The folks over at George Washington University recently conducted the biggest research of its kind covering nearly 25 million vehicles and discovered that the emission benefits of electric cars have yet to reach their full potential due to the driving habits of owners. The study said that on average, battery-powered electric vehicles put 4,500 fewer miles on the odometer compared to gasoline-based cars. That's an interesting impediment to the environment-friendly status of electric cars.

"For maximum impact, we need the highest-mileage drivers behind the wheel of EVs rather than low-mileage drivers," says co-author of the study John Helveston. It has been scientifically validated that total emissions over a mile is a crucial metric, and at that scale, battery-powered vehicles fare better than their counterparts with combustion engines. But it's clear that more than just adoption, EV owners need to put in the miles to negate the environmental burden that went into making them in the first place.

The mile gap needs serious scrutiny

A Tesla car in blue.

In the SUV category, which happens to be one of the biggest drivers of car sales, gasoline vehicles were found to have covered 12,945 miles each year, while electric SUVs only managed around 10,587 miles. Overall, there's a 7,165 vs 11,642 miles gap between electric and ICE cars, respectively. From a brand perspective, the team found that Tesla vehicles are driven more on average compared to electric cars from other players.

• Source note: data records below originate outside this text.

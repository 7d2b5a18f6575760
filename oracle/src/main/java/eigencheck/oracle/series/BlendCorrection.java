package eigencheck.oracle.series;

import eigencheck.oracle.expr.Expression;
import org.apache.commons.math3.analysis.differentiation.DerivativeStructure;
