package eigencheck.oracle.series;

import eigencheck.oracle.Evaluation;

/**
 * A prepared series for a body in one to three coordinates (rectangle, box, cylinder): the state at
 * one time is a {@link Slice}, which evaluates many points. Implementations are immutable to callers
 * and thread-safe.
 */
public interface SpatialSolver {
    /** Number of coordinates of a point. */
    int dimension();

    /** Temperature scale U the tolerance is relative to. */
    double scale();

    /** Characteristic length L: gradients are certified to tolerance * U / L. */
    double length();

    /** Time horizon prepared for (+infinity for a steady problem). */
    double horizon();

    /** The state at time t. @throws eigencheck.oracle.OracleException if t is outside the horizon */
    Slice at(double t);

    /**
     * The part of u that does not change in time (the steady source and face parts), which slices
     * at different times may share for the same point; null when there is none worth sharing.
     */
    default Steady steadyPart() {
        return null;
    }

    /** The time-independent parts of u; see {@link #steadyPart()}. */
    interface Steady {
        /** Those parts at the point, each with its bound, in the solver's own order; not checked against the tolerance. */
        Evaluation[] temperature(double[] p, int offset);
    }

    /** Everything that depends on t alone. */
    interface Slice {
        /** Modes summed by the time-dependent part at this time (0 for a steady problem). */
        int modes();

        /** u at the point {@code p[offset .. offset + dimension)}, with its bound. */
        Evaluation temperature(double[] p, int offset);

        /**
         * As {@link #temperature(double[], int)}, given {@code steady}, what {@link #steadyPart()}
         * returned for the same point (null: compute it).
         */
        default Evaluation temperature(double[] p, int offset, Evaluation[] steady) {
            return temperature(p, offset);
        }

        /**
         * The gradient of u at the point into {@code out[outOffset ..]}; returns the bound on each
         * component.
         */
        double gradient(double[] p, int offset, double[] out, int outOffset);

        /**
         * The exact mean of u over the axis-aligned cell from {@code lo} to {@code hi} (rectangle, box),
         * or over the shell lo[0] < r < hi[0] (cylinder, weight r), with its bound.
         */
        Evaluation average(double[] lo, double[] hi);
    }
}
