package eigencheck.oracle.series;

import eigencheck.oracle.modes.SlabModes;
import java.util.Arrays;

/**
 * The modes of one axis of a rectangle or box, indexed from 0: \(X_j(x) = \sin(\mu_j x + \varphi_j)\),
 * with the zero mode of a Neumann-Neumann pair as j = 0 (\(\mu_0 = 0\), \(\varphi_0 = \pi/2\), so
 * \(X_0 = 1\)). In every case \(\mu_j \ge j\pi/L\) (the bracket of {@link SlabModes}), which the
 * truncation bounds use. Grown on demand; callers read the arrays after {@link #ensure}.
 */
final class AxisModes {
    final double length;
    final boolean zero;
    private final SlabModes modes;
    double[] mu = new double[0];
    double[] phase = new double[0];
    double[] norm = new double[0];

    AxisModes(double length, double leftH, double rightH) {
        this.length = length;
        this.modes = new SlabModes(length, leftH, rightH);
        this.zero = modes.hasZeroMode();
    }

    /** Makes modes 0 .. n-1 available. */
    synchronized void ensure(int n) {
        if (n <= mu.length) {
            return;
        }
        int size = Math.max(n, 2 * mu.length);
        double[] m = Arrays.copyOf(mu, size);
        double[] p = Arrays.copyOf(phase, size);
        double[] q = Arrays.copyOf(norm, size);
        for (int j = mu.length; j < size; j++) {
            if (zero && j == 0) {
                m[j] = 0;
                p[j] = Math.PI / 2;
                q[j] = length;
            } else {
                int n1 = zero ? j : j + 1;
                m[j] = modes.mu(n1);
                p[j] = modes.phase(n1);
                q[j] = modes.normSquared(n1);
            }
        }
        mu = m;
        phase = p;
        norm = q;
    }

    /** \(\int_0^L X_j\,dx\). */
    double integral(int j) {
        double m = mu[j];
        if (m == 0) {
            return length;
        }
        return (Math.cos(phase[j]) - Math.cos(m * length + phase[j])) / m;
    }

    /** {X_j, dX_j/ds} at end {@code side} (0: x = 0, 1: x = L), s the distance from that end inwards. */
    double[] atEnd(int j, int side) {
        double m = mu[j];
        if (side == 0) {
            return new double[] {Math.sin(phase[j]), m * Math.cos(phase[j])};
        }
        double arg = m * length + phase[j];
        return new double[] {Math.sin(arg), -m * Math.cos(arg)};
    }

    /** \(\int_0^L x\,X_j\,dx\). */
    double firstMoment(int j) {
        double m = mu[j];
        if (m == 0) {
            return 0.5 * length * length;
        }
        double arg = m * length + phase[j];
        return -length * Math.cos(arg) / m + (Math.sin(arg) - Math.sin(phase[j])) / (m * m);
    }

    /** A lower bound of \(\|X_j\|^2\) over all j >= 0: the computed minimum, and L(1/2 - 1/(2 pi)) beyond. */
    double normLowerBound(int computed) {
        double min = length * (0.5 - 0.5 / Math.PI);
        for (int j = 0; j < computed; j++) {
            min = Math.min(min, norm[j]);
        }
        return min;
    }
}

As for the reason why electric cars are being driven less than gas-based cars, the team speculates that it is because of gaps in the charging infrastructure due to the inadequacy of charging stations. One must also consider the disparity in the charging tech since the early days of the EV industry. However, with almost every brand jumping the NACS bandwagon championed by Tesla, that situation will likely improve soon.

These findings are not the first such observation of its kind. According to another study courtesy of the National Bureau of Economic Research that came out in 2021, electric cars amassed only half the miles of gas-powered cars while consuming less energy than anticipated by grid planners. The latest research also calls into question the efforts made by policymakers, especially from an investment perspective, as to how much resources should ideally be invested to boost EV adoption in a way that doesn't amount to over-ambitious expenditure.